Definido o nome do presidente, passou-se à etapa seguinte, a escolha do
relator, missão para a qual os governistas já tinham o nome do senador
Epitácio Cafeteira como principal candidato. Ele possuía o perfil
apropriado para assumir o papel de impostor. Renan, de novo, estava à
frente do processo de escolha. Ele só deu sinal verde à indicação de
Cafeteira depois de ouvir do aliado José Sarney que o colega maranhense
era confiável e faria tudo o que fosse necessário para absolvê-lo
rapidamente, mesmo que para isso, como se viu, precisasse apresentar um
suspeitíssimo relatório, sem ouvir testemunhas, sem periciar documento,
formando seu juízo sobre o caso sentado numa privada. Nem a divulgação
dos recibos suspeitos impediu o senador de continuar a vergonhosa
articulação. Renan passou a madrugada de quinta para sexta-feira ao
telefone. Um de seus principais interlocutores foi o deputado Jader
Barbalho, que renunciou em 2001 para não ter o mandato cassado. A
notícia atrapalhou os planos de encerrar o caso na sexta-feira. Pegaria
mal.

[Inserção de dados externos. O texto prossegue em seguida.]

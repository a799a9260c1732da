import type { ChecklistItem, FleetBoard, ResultUpsert } from '@yardcall/shared';
import { randomUUID } from 'node:crypto';
import request from 'supertest';
import {
  answerAndSubmit,
  bearer,
  bodyOf,
  createVehicle,
  newTractor,
  OTHER_ORG_ADMIN,
  signIn,
  startInspection,
  suiteApp,
  trailerRequest,
  unitNumber,
} from './helpers';

describe('fleet board', () => {
  const { t, tokens } = suiteApp();
  let otherAdmin: string;

  beforeAll(async () => {
    otherAdmin = await signIn(t.url, OTHER_ORG_ADMIN);
  });

  // A whole walk-around answered 6 s apart, `defects` answered as defects, then signed.
  async function walkAround(vehicleIds: string[], defects: (items: ChecklistItem[]) => ChecklistItem[]) {
    const started = await startInspection(t.url, tokens.driver, {
      vehicleIds,
      startedAt: new Date(Date.now() - 30 * 60_000).toISOString(),
    });
    const startMs = Date.parse(started.startedAt);
    const bad = new Set(defects(started.checklist.items).map((i) => i.key));
    const results: ResultUpsert[] = started.checklist.items.map((item, index) => ({
      itemKey: item.key,
      answer: bad.has(item.key) ? 'defect' : 'pass',
      answeredAt: new Date(startMs + (index + 1) * 6000).toISOString(),
      clientId: randomUUID(),
    }));
    return answerAndSubmit(t.url, tokens.driver, started.id, results);
  }

  it('shows each vehicle with its status, since when and why it is out of service, and its last report', async () => {
    const tractor = await newTractor(t.url, tokens.admin, 'FB');
    const trailer = await createVehicle(t.url, tokens.admin, trailerRequest(unitNumber('FT')));
    const report = await walkAround([tractor.id, trailer.id], (items) =>
      items.filter((i) => i.safety && i.unitIndex === 0 && i.expects.type === 'check').slice(0, 2),
    );
    const safety = report.defects.filter((d) => d.safety);
    expect(safety).toHaveLength(2);

    const response = await request(t.url).get('/api/fleet/board').set(bearer(tokens.supervisor));
    expect(response.status).toBe(200);
    const board = bodyOf<FleetBoard>(response);
    const row = board.vehicles.find((v) => v.id === tractor.id)!;
    expect(row).toMatchObject({ unitNumber: tractor.unitNumber, kind: 'tractor', status: 'out_of_service' });
    expect(row.outOfServiceSince).not.toBeNull();
    expect(row.openSafetyDefects.map((d) => [d.title, d.positionLabel, d.inspectionId])).toEqual(
      safety.map((d) => [d.title, d.positionLabel, report.id]),
    );
    expect(row.lastInspection).toEqual({
      id: report.id,
      kind: 'pre_trip',
      submittedAt: report.submittedAt,
      driver: report.driver,
    });
    const trailerRow = board.vehicles.find((v) => v.id === trailer.id)!;
    expect(trailerRow).toMatchObject({ status: 'in_service', outOfServiceSince: null, openSafetyDefects: [] });
    expect(trailerRow.lastInspection?.id).toBe(report.id);

    // Out of service first; the counts match the rows; the database agrees.
    const firstInService = board.vehicles.findIndex((v) => v.status === 'in_service');
    expect(board.vehicles.slice(firstInService).every((v) => v.status === 'in_service')).toBe(true);
    expect(board.outOfServiceCount + board.inServiceCount).toBe(board.vehicles.length);
    const [db] = await t.dataSource.query<{ n: number }[]>(
      "SELECT count(*)::int AS n FROM vehicles v JOIN users u ON u.organization_id = v.organization_id WHERE u.email = $1 AND v.status = 'out_of_service'",
      ['admin@yardcall.test'],
    );
    expect(board.outOfServiceCount).toBe(db!.n);
  });

  it("shows which units had a pre-trip today and which were used without one, today read in the organisation's zone", async () => {
    // A zone where it is about noon now, so "the last ten minutes" is today whatever the hour of the run.
    const offsetHours = 12 - new Date().getUTCHours();
    // Etc/GMT signs are inverted: Etc/GMT-5 is five hours ahead of UTC.
    const timeZone = offsetHours === 0 ? 'UTC' : `Etc/GMT${offsetHours > 0 ? '-' : '+'}${Math.abs(offsetHours)}`;
    const zone = (name: string) =>
      request(t.url).patch('/api/organizations/time-zone').set(bearer(tokens.admin)).send({ timeZone: name });
    expect((await zone(timeZone)).status).toBe(200);
    try {
      const checked = await newTractor(t.url, tokens.admin, 'FD');
      const used = await newTractor(t.url, tokens.admin, 'FU');
      const idle = await newTractor(t.url, tokens.admin, 'FI');
      const quickly = async (vehicleId: string, kind: 'pre_trip' | 'en_route') => {
        const started = await startInspection(t.url, tokens.driver, {
          vehicleIds: [vehicleId],
          kind,
          startedAt: new Date(Date.now() - 10 * 60_000).toISOString(),
        });
        const startMs = Date.parse(started.startedAt);
        return answerAndSubmit(
          t.url,
          tokens.driver,
          started.id,
          started.checklist.items.map((item, index) => ({
            itemKey: item.key,
            answer: 'pass',
            answeredAt: new Date(startMs + (index + 1) * 1000).toISOString(),
            clientId: randomUUID(),
          })),
        );
      };
      const preTrip = await quickly(checked.id, 'pre_trip');
      const enRoute = await quickly(used.id, 'en_route');

      const board = bodyOf<FleetBoard>(await request(t.url).get('/api/fleet/board').set(bearer(tokens.supervisor)));
      const today = new Intl.DateTimeFormat('en-CA', { timeZone }).format(new Date());
      expect({ day: board.day, timeZone: board.timeZone }).toEqual({ day: today, timeZone });
      const row = (id: string) => board.vehicles.find((v) => v.id === id)!;
      expect(row(checked.id).today).toEqual({
        preTrip: { id: preTrip.id, kind: 'pre_trip', submittedAt: preTrip.submittedAt, driver: preTrip.driver },
        usedWithoutPreTrip: null,
      });
      expect(row(used.id).today).toEqual({
        preTrip: null,
        usedWithoutPreTrip: {
          id: enRoute.id,
          kind: 'en_route',
          submittedAt: enRoute.submittedAt,
          driver: enRoute.driver,
        },
      });
      expect(row(idle.id).today).toEqual({ preTrip: null, usedWithoutPreTrip: null });
    } finally {
      // The demo organisation is shared by the other suites: back to UTC.
      expect((await zone('UTC')).status).toBe(200);
    }
  });

  it('is the same for a mechanic and an admin, and a vehicle never inspected has no last report', async () => {
    const fresh = await newTractor(t.url, tokens.admin, 'FN');
    for (const role of ['mechanic', 'admin'] as const) {
      const board = bodyOf<FleetBoard>(await request(t.url).get('/api/fleet/board').set(bearer(tokens[role])));
      expect(board.vehicles.find((v) => v.id === fresh.id)).toMatchObject({
        status: 'in_service',
        lastInspection: null,
        openSafetyDefects: [],
      });
    }
  });

  it("shows only the caller's organisation", async () => {
    const board = bodyOf<FleetBoard>(await request(t.url).get('/api/fleet/board').set(bearer(otherAdmin)));
    expect(board.vehicles.map((v) => v.unitNumber)).toEqual(['TB-7']);
    const own = bodyOf<FleetBoard>(await request(t.url).get('/api/fleet/board').set(bearer(tokens.admin)));
    expect(own.vehicles.map((v) => v.unitNumber)).not.toContain('TB-7');
  });

  it('refuses drivers and trainers', async () => {
    for (const role of ['driver', 'trainer'] as const) {
      expect((await request(t.url).get('/api/fleet/board').set(bearer(tokens[role]))).status).toBe(403);
    }
  });
});
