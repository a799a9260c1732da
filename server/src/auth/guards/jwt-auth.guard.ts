import { HttpException, Injectable, UnauthorizedException, type ExecutionContext } from '@nestjs/common';
import { Reflector } from '@nestjs/core';
import { AuthGuard } from '@nestjs/passport';
import type { AuthUser } from '../auth-user';
import { IS_PUBLIC_KEY } from '../decorators/public.decorator';

// Every route needs a valid access token unless marked @Public().
@Injectable()
export class JwtAuthGuard extends AuthGuard('jwt') {
  constructor(private readonly reflector: Reflector) {
    super();
  }

  override canActivate(context: ExecutionContext) {
    const isPublic = this.reflector.getAllAndOverride<boolean | undefined>(IS_PUBLIC_KEY, [
      context.getHandler(),
      context.getClass(),
    ]);
    if (isPublic) return true;
    return super.canActivate(context);
  }

  // passport-jwt reports why a token failed in `info`; say it in words a person can act on.
  override handleRequest<TUser = AuthUser>(err: unknown, user: TUser | false, info: unknown): TUser {
    if (err instanceof HttpException) throw err;
    if (user && !err) return user;
    const reason = info instanceof Error ? info : null;
    if (reason?.name === 'TokenExpiredError') {
      throw new UnauthorizedException('Your session has expired: sign in again.');
    }
    if (reason?.message === 'No auth token') {
      throw new UnauthorizedException('Sign in first: send your access token as "Authorization: Bearer <token>".');
    }
    throw new UnauthorizedException('The access token is not valid: sign in again.');
  }
}
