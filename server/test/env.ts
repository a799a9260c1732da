import { mkdtempSync } from 'node:fs';
import { tmpdir } from 'node:os';
import { join } from 'node:path';

// Test environment defaults; DATABASE_URL comes from the runner (a fresh database per run).
process.env.JWT_SECRET ??= 'yardcall-e2e-secret-0123456789abcdef';
process.env.PUBLIC_URL ??= 'http://yardcall.example.test';
// Never serve a real client build during tests unless a test sets its own folder.
process.env.CLIENT_DIST ??= '/nonexistent/yardcall-client-dist';
delete process.env.SMTP_URL;
// Uploaded notes and photos go to a throw-away folder, not the demo's .data/objects.
process.env.STORAGE_DIR ??= mkdtempSync(join(tmpdir(), 'yardcall-e2e-objects-'));
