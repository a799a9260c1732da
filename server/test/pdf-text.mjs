// Prints the text of a PDF read from stdin, one line per page, for the report tests. Plain Node
// runs it: pdfjs-dist is ESM only, which Jest's CommonJS runtime cannot load.
import { getDocument } from 'pdfjs-dist/legacy/build/pdf.mjs';

const chunks = [];
for await (const chunk of process.stdin) chunks.push(chunk);
const pdf = await getDocument({ data: new Uint8Array(Buffer.concat(chunks)), useSystemFonts: false }).promise;
const pages = [];
for (let n = 1; n <= pdf.numPages; n += 1) {
  const content = await (await pdf.getPage(n)).getTextContent();
  pages.push(content.items.map((item) => ('str' in item ? item.str + (item.hasEOL ? '\n' : '') : '')).join(''));
}
process.stdout.write(JSON.stringify({ pages: pdf.numPages, text: pages.join('\n') }));
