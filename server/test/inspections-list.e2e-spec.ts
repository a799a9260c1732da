import type {
  ChecklistItem,
  InspectionListItem,
  InspectionPage,
  InspectionResponse,
  ResultUpsert,
  UserSummary,
} from '@yardcall/shared';
import { randomUUID } from 'node:crypto';
import request from 'supertest';
import { bearer, bodyOf, errorBody, newTractor, SECOND_DRIVER, signIn, startInspection, suiteApp } from './helpers';

const MINUTE = 60_000;

interface Walk {
  token: string;
  kind: string;
  startedAt: number;
  gapMs?: number;
  // Answer stop by stop: the items of a stop share one time, gapMs after the stop before.
  byStop?: boolean;
  defects?: (items: ChecklistItem[]) => ChecklistItem[];
  // Answer the first item again at the end: the driver went back.
  goBack?: boolean;
  submit?: boolean;
}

Combinou-se então um novo ato, acertado no gabinete do senador
Marconi Perillo, do PSDB. O Conselho, com o aval da oposição, aceitaria
prorrogar em dois dias o início da votação do relatório de Cafeteira
para que os recibos fossem periciados e também tomados os depoimentos do
lobista Cláudio Gontijo e do advogado de Mônica Veloso (ela, que é a
principal testemunha, não foi convidada). Mas esqueceram-se de combinar
a nova versão com o senador Epitácio Cafeteira, que, radical, anunciou
que renunciaria se houvesse o adiamento. A renúncia de Cafeteira era
tudo que Renan Calheiros não queria. A sorte do senador é que o celular
de Cafeteira tocou durante a sessão. Era sua esposa, Maria Isabel,
pedindo que ele reconsiderasse. Ele reconsiderou. A votação do relatório
com postulados éticos de Cafeteira está marcada para terça-feira.